→ **What is being asked**
Show every line of the data that contains the string "export".
== Segment start ==
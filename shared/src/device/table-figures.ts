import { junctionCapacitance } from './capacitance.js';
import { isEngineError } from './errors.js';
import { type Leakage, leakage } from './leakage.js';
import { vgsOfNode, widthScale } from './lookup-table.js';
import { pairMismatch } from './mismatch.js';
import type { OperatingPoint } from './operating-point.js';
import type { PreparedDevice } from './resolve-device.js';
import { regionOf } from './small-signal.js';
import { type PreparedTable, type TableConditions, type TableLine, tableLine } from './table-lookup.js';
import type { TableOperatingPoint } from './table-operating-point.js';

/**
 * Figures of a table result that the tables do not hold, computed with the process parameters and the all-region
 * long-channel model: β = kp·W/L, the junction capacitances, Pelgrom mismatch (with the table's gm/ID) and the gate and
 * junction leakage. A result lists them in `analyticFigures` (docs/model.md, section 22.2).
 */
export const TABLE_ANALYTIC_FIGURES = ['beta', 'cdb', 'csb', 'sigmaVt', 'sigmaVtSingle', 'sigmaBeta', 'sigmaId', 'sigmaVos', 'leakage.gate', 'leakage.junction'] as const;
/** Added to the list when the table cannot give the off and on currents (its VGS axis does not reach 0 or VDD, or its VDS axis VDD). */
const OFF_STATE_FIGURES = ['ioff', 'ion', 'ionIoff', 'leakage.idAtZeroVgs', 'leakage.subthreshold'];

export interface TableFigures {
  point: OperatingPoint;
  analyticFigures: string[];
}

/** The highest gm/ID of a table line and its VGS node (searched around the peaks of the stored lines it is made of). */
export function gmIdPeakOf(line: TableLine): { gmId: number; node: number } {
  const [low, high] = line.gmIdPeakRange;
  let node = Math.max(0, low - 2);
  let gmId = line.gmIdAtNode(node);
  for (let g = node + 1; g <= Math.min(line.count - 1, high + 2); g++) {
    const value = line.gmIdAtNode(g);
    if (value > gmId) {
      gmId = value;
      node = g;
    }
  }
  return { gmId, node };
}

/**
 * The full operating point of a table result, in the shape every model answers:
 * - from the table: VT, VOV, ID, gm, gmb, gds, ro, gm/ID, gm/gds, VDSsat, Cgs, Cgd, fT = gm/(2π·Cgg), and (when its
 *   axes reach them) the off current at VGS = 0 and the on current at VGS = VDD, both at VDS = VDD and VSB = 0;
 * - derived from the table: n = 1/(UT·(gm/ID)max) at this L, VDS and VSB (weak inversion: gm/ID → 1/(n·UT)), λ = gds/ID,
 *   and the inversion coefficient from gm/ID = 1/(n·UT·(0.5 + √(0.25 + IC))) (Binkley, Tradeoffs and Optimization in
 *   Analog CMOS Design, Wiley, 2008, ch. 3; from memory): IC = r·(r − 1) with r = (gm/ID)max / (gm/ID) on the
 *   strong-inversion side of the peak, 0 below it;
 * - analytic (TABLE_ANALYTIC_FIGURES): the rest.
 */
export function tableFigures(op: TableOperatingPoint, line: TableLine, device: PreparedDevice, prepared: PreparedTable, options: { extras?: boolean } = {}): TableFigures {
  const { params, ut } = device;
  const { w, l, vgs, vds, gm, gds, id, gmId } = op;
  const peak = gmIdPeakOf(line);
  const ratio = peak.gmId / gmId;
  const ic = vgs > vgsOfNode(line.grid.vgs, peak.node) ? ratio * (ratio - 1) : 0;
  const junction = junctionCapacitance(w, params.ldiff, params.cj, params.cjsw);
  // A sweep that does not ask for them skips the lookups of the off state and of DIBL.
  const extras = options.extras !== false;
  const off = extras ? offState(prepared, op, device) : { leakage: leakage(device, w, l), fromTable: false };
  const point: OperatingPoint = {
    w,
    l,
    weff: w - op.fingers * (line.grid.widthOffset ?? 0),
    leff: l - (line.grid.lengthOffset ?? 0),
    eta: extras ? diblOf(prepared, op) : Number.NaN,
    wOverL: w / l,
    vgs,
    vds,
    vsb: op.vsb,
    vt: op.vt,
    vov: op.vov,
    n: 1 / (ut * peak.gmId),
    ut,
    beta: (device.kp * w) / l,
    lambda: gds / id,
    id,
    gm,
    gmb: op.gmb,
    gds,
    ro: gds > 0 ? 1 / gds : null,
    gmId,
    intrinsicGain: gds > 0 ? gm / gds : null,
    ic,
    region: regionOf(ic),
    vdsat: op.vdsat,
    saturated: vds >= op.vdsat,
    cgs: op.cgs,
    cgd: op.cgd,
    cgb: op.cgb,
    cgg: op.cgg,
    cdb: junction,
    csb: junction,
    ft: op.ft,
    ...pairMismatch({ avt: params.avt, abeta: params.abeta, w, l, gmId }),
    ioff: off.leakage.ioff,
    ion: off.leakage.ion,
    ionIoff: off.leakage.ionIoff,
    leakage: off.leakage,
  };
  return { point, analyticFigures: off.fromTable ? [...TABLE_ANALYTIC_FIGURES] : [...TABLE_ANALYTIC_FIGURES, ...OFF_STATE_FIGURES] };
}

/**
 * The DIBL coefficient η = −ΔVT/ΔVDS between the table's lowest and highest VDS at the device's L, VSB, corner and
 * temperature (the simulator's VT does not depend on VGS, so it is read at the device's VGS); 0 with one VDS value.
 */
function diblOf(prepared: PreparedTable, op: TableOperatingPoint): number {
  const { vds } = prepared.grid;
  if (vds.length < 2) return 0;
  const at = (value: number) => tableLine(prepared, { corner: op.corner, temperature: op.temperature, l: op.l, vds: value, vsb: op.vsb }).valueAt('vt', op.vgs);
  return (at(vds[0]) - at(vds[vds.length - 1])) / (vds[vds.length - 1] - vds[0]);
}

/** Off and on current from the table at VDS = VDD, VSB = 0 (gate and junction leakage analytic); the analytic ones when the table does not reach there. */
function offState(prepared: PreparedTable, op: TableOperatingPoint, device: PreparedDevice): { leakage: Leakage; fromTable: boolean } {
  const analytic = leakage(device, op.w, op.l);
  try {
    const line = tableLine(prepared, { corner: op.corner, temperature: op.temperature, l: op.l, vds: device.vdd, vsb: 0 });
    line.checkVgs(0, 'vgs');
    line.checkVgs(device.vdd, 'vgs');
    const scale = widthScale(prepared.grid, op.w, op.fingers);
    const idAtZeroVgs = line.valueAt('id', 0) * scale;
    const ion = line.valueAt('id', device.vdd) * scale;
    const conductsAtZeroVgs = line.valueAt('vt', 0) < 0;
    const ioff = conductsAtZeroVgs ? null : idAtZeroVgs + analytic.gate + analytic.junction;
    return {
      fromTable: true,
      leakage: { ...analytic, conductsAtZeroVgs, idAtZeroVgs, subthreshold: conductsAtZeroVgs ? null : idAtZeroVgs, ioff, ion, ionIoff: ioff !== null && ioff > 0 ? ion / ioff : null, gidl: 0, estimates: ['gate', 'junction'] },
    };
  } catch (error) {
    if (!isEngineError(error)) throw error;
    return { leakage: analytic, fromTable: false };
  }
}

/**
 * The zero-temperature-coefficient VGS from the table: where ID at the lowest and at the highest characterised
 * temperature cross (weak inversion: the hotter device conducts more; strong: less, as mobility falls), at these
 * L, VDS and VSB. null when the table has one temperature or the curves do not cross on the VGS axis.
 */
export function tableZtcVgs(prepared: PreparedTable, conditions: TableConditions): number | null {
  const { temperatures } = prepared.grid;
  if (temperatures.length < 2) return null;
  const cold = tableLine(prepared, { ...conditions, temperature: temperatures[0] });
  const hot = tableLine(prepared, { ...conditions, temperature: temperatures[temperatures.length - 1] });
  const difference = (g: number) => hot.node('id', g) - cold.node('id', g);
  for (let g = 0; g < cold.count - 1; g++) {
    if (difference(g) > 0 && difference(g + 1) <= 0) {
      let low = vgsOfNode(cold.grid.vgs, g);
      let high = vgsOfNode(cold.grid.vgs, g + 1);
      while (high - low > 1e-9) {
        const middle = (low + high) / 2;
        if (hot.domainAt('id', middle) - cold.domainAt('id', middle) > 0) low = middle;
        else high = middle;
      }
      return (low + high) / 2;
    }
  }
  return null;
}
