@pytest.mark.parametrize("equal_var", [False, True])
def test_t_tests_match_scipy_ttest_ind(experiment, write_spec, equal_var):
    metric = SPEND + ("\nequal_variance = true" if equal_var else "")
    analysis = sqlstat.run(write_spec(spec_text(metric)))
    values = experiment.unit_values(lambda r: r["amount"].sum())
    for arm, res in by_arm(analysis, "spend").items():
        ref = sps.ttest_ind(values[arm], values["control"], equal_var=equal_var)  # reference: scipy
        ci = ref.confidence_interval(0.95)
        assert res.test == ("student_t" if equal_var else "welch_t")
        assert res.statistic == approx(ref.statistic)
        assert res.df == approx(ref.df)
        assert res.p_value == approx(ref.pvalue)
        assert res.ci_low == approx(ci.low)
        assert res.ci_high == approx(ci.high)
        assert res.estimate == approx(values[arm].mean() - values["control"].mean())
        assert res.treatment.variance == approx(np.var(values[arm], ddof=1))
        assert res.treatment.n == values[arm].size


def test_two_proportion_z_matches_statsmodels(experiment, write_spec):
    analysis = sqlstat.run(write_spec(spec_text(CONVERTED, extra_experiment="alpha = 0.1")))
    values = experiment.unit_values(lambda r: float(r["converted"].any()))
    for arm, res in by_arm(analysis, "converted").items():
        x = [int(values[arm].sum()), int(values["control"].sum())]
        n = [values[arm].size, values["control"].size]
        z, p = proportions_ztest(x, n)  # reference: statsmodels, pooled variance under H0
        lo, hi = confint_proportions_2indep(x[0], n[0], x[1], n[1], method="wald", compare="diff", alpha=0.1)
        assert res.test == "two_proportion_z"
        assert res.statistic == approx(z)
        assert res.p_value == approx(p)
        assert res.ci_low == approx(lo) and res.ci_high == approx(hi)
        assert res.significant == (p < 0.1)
== Segment end ==
→ **Solution to this task**
export const TABLE_ANALYTIC_FIGURES = ['beta', 'cdb', 'csb', 'sigmaVt', 'sigmaVtSingle', 'sigmaBeta', 'sigmaId', 'sigmaVos', 'leakage.gate', 'leakage.junction'] as const;
export interface TableFigures {
export function gmIdPeakOf(line: TableLine): { gmId: number; node: number } {
export function tableFigures(op: TableOperatingPoint, line: TableLine, device: PreparedDevice, prepared: PreparedTable, options: { extras?: boolean } = {}): TableFigures {
export function tableZtcVgs(prepared: PreparedTable, conditions: TableConditions): number | null {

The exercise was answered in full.